# Colly 915 - 9 months??? More like 9 days!



## Itchy (May 18, 2010)

Hi,

I detailed my car what must be about 4-5 weeks ago. Full wash, clay, DA and wax using Collinite 915.

The car hadn't been washed for just over 2 weeks. I washed it today and it really wasn't sheeting at all. Beading was not very good at all, almost non-existant!

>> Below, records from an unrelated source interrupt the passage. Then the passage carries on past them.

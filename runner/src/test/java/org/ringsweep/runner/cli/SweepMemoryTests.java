package org.ringsweep.runner.cli;

import static org.junit.jupiter.api.Assertions.assertEquals;
import static org.junit.jupiter.api.Assertions.assertFalse;
import static org.junit.jupiter.api.Assertions.assertTrue;

import java.nio.charset.StandardCharsets;
import java.nio.file.Files;
import java.nio.file.Path;
import java.util.concurrent.TimeUnit;
import java.util.stream.Stream;
import org.junit.jupiter.api.Test;
import org.junit.jupiter.api.io.TempDir;

/**
 * Issue 3: "a sweep of a million points must run in a 256 MB heap". In CI time: a 10 000-point
 * sweep through the real sweep command (lazy plan, bounded batch runner, store, results.jsonl,
 * report, summary) and both exports, in a child JVM with a 32 MB heap. Keeping anything of every
 * point would not fit: the records alone are some 1.8 KB each in results.jsonl (18 MB), and the
 * code before this test loaded them all twice (summary and report). The child's engine replays
 * one solved waveform ({@link OrchestrationMemoryEngine}, used by this test only), so the time
 * goes to what is measured here, the orchestration. The million-point figure itself is the
 * {@code bench --only sweep-memory} benchmark's.
 */
class SweepMemoryTests {
    private static final int R_VALUES = 100;
    private static final int RISE_VALUES = 100;

    @TempDir
    Path dir;

    @Test
    void tenThousandPointsRunSummariseAndExportInAThirtyTwoMegabyteHeap() throws Exception {
        String java = ProcessHandle.current().info().command().orElseThrow();
        Path err = dir.resolve("child.err");
        Process child = new ProcessBuilder(java, "-Xmx32m", "-XX:+UseSerialGC", "-cp", System.getProperty("java.class.path"),
                SweepMemoryProbe.class.getName(), dir.resolve("work").toString(), "" + R_VALUES, "" + RISE_VALUES)
                .redirectError(err.toFile()).redirectOutput(dir.resolve("child.out").toFile()).start();
        assertTrue(child.waitFor(5, TimeUnit.MINUTES), "the child sweep did not end within 5 minutes");
        String out = Files.readString(dir.resolve("child.out"));
        String errors = Files.readString(err);
        assertFalse(errors.contains("OutOfMemoryError"), errors.lines().filter(l -> !l.matches("\\d+/\\d+ points.*")).toList().toString());
        assertEquals(0, child.exitValue(), out + errors);
        // every point fails: the replayed waveform overshoots the 0.3 V default limit (formats.md "Results": exit code 1)
        assertTrue(out.contains("exit sweep 1"), out);
        assertTrue(out.contains("exit results--csv 0"), out);
        assertTrue(out.contains("exit results--json 0"), out);

        int points = R_VALUES * RISE_VALUES; // grid = cartesian product (formats.md "Sweep file")
        Path work = dir.resolve("work");
        assertEquals(points, lines(work.resolve("export.json")), "results --json: one record per point");
        assertEquals(points, lines(work.resolve("out").resolve("results.jsonl")), "results.jsonl: one record per point");
        // one line per point, receiver and edge after the header (docs/results-store.md "Exports"): 1 receiver, rise and fall
        assertEquals(1 + 2L * points, lines(work.resolve("export.csv")));
        String summary = Files.readString(work.resolve("summary.txt"));
        assertTrue(summary.contains("TINY: " + points + " point(s), 0 pass, " + points + " fail, 0 error"), summary);
        assertTrue(summary.contains("  total " + points + " point(s), " + points + " to run"), summary);
    }

    private static long lines(Path file) throws Exception {
        try (Stream<String> s = Files.lines(file, StandardCharsets.UTF_8)) {
            return s.count();
        }
    }
}
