package org.ringsweep.runner.cli;

import com.fasterxml.jackson.databind.JsonNode;
import com.fasterxml.jackson.databind.ObjectMapper;
import java.io.PrintWriter;
import java.io.StringWriter;
import java.io.UncheckedIOException;
import java.nio.file.Path;
import java.util.ArrayList;
import java.util.List;

/** Runs the command line in-process and captures what it printed. */
record CliRun(int exitCode, String out, String err) {
    private static final ObjectMapper JSON = new ObjectMapper();

    static CliRun of(String... args) {
        StringWriter out = new StringWriter();
        StringWriter err = new StringWriter();
        int code = Main.run(args, new PrintWriter(out), new PrintWriter(err));
        return new CliRun(code, out.toString(), err.toString());
    }

    /** The JSON records printed with --json. */
    List<JsonNode> records() {
        List<JsonNode> list = new ArrayList<>();
        for (String line : out.split("\n")) {
            if (line.startsWith("{")) {
                try {
                    list.add(JSON.readTree(line));
                } catch (java.io.IOException e) {
                    throw new UncheckedIOException(e);
                }
            }
        }
        return list;
    }

    static Path resource(String name) {
        try {
            return Path.of(CliRun.class.getResource("/" + name).toURI());
        } catch (java.net.URISyntaxException e) {
            throw new IllegalStateException(e);
        }
    }
}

I thought this stuff was meant to be durable!

What have I done wrong?

Nick.


----------



## amiller (Jan 1, 2009)

Did you PW the shampoo off as any remaining residue will inhibit beading.


----------



## pauls_ (Oct 3, 2009)

what have you been washing your car with? is the water very hot? or hot?


----------



## Alan W (May 11, 2006)

Did you remove the oils left after polishing with the DA? I'm thinking it's possible the 915 didn't bond with the paint for some reason.

Alan W


----------



## Epoch (Jul 30, 2006)

Extra to the above;

What was the weather like when you waxed?

What time of day was it?


----------



## Itchy (May 18, 2010)

When I finished polishing I gave the car a full IPA wipedown.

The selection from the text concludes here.